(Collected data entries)
........
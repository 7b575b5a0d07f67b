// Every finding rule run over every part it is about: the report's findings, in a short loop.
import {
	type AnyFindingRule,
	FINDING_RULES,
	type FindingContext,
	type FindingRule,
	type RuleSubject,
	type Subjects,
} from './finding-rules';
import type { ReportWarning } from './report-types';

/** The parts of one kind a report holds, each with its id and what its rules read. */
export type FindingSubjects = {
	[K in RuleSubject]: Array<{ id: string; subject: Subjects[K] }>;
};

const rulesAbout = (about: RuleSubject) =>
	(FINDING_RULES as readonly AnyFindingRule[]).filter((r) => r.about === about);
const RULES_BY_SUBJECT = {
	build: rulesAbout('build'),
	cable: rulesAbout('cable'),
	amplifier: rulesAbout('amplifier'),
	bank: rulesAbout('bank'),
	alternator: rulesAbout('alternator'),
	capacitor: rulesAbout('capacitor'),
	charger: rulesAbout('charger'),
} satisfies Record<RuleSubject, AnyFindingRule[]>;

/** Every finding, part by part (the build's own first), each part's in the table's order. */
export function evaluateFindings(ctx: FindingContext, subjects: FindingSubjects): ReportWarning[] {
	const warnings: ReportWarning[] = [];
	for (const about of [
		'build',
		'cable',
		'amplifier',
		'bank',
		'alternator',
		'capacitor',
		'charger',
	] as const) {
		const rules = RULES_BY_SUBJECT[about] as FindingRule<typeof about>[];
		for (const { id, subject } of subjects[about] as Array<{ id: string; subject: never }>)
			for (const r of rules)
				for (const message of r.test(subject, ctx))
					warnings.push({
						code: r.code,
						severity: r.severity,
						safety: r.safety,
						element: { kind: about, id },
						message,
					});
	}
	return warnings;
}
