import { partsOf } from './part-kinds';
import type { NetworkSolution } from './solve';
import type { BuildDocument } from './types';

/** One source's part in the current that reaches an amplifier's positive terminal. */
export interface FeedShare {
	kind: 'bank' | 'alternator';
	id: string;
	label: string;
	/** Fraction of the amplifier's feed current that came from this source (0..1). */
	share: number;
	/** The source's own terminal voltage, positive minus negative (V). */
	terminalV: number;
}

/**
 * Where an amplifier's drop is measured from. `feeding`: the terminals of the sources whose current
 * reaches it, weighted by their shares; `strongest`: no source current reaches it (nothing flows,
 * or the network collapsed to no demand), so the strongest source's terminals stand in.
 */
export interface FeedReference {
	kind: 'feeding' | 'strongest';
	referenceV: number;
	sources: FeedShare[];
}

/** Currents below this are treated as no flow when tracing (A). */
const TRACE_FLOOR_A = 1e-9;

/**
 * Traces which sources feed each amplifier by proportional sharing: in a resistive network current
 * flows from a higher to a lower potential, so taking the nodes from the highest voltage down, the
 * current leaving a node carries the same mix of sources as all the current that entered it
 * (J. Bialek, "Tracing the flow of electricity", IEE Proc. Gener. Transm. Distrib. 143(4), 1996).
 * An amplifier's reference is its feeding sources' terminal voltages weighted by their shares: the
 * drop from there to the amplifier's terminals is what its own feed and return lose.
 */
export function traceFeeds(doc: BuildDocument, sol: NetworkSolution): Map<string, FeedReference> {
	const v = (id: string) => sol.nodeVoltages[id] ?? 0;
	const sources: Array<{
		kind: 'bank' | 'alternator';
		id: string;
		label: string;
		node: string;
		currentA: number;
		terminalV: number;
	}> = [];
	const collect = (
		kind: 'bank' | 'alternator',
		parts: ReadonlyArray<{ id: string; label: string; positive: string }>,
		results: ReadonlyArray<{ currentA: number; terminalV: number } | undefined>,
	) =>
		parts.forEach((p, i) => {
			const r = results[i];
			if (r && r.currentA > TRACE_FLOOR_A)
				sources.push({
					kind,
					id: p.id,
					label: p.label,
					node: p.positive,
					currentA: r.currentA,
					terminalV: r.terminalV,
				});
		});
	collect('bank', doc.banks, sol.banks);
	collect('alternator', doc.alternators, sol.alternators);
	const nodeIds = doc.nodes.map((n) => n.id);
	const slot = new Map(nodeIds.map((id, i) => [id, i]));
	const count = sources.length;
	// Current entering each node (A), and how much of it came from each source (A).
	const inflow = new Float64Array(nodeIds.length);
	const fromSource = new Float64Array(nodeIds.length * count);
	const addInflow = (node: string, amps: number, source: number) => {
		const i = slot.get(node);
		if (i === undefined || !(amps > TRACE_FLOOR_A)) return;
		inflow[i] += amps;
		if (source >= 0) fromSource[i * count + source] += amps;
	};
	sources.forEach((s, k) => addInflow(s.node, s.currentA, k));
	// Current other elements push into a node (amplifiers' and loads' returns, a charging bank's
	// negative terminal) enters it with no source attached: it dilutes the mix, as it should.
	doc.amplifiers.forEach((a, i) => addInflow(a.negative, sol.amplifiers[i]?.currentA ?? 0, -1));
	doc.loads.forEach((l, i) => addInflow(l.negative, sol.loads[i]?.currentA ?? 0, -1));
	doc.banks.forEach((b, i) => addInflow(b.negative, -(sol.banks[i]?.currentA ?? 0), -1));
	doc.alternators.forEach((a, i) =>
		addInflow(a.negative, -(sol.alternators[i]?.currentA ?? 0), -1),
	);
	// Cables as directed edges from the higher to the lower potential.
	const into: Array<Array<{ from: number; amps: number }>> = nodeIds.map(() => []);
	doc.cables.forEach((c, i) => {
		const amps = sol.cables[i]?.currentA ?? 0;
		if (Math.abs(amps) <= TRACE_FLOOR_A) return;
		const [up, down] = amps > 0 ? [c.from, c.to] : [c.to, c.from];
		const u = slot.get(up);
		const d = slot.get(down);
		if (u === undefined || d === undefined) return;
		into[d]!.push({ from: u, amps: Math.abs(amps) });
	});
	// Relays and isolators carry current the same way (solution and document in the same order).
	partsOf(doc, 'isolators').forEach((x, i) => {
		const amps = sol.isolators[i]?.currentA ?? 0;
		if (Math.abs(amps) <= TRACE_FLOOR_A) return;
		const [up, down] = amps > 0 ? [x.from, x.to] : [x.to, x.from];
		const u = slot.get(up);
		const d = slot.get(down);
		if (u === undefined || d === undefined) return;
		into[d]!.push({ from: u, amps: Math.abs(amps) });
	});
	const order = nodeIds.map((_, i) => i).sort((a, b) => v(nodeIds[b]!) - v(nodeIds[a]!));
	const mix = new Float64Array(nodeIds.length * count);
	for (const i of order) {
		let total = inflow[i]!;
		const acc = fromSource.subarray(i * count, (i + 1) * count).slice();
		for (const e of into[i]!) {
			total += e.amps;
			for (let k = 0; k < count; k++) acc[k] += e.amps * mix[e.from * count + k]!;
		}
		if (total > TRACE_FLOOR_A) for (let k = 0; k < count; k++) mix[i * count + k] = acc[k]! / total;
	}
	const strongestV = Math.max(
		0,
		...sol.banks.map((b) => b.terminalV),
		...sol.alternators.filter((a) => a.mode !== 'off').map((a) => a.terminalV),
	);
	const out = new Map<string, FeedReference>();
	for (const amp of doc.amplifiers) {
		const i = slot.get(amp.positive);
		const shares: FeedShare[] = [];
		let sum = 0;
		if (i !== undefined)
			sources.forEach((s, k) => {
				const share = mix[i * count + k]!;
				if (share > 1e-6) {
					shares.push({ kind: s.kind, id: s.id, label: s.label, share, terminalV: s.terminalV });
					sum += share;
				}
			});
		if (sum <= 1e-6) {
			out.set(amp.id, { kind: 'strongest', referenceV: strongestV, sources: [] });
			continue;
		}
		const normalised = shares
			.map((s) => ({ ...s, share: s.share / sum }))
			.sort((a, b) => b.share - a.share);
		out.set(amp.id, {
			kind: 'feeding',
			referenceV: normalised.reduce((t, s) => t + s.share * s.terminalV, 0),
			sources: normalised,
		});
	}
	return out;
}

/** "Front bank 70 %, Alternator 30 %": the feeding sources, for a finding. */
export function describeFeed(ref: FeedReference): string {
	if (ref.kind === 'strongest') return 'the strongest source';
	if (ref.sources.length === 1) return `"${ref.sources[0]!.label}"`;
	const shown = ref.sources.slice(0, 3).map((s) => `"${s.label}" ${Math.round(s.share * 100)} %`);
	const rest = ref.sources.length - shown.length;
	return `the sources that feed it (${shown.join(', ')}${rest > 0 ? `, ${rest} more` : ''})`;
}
........
_EXERCISE PROMPT_
What you give back must be the stretch above, starting at the line with "doc.banks.forEach((b, i) =>" and ending at the line with "const acc = fromSource.subarray(i", copied exactly.

_RESULT_
	doc.banks.forEach((b, i) => addInflow(b.negative, -(sol.banks[i]?.currentA ?? 0), -1));
	doc.alternators.forEach((a, i) =>
		addInflow(a.negative, -(sol.alternators[i]?.currentA ?? 0), -1),
	);
	// Cables as directed edges from the higher to the lower potential.
	const into: Array<Array<{ from: number; amps: number }>> = nodeIds.map(() => []);
	doc.cables.forEach((c, i) => {
		const amps = sol.cables[i]?.currentA ?? 0;
		if (Math.abs(amps) <= TRACE_FLOOR_A) return;
		const [up, down] = amps > 0 ? [c.from, c.to] : [c.to, c.from];
		const u = slot.get(up);
		const d = slot.get(down);
		if (u === undefined || d === undefined) return;
		into[d]!.push({ from: u, amps: Math.abs(amps) });
	});
	// Relays and isolators carry current the same way (solution and document in the same order).
	partsOf(doc, 'isolators').forEach((x, i) => {
		const amps = sol.isolators[i]?.currentA ?? 0;
		if (Math.abs(amps) <= TRACE_FLOOR_A) return;
		const [up, down] = amps > 0 ? [x.from, x.to] : [x.to, x.from];
		const u = slot.get(up);
		const d = slot.get(down);
		if (u === undefined || d === undefined) return;
		into[d]!.push({ from: u, amps: Math.abs(amps) });
	});
	const order = nodeIds.map((_, i) => i).sort((a, b) => v(nodeIds[b]!) - v(nodeIds[a]!));
	const mix = new Float64Array(nodeIds.length * count);
	for (const i of order) {
		let total = inflow[i]!;
		const acc = fromSource.subarray(i * count, (i + 1) * count).slice();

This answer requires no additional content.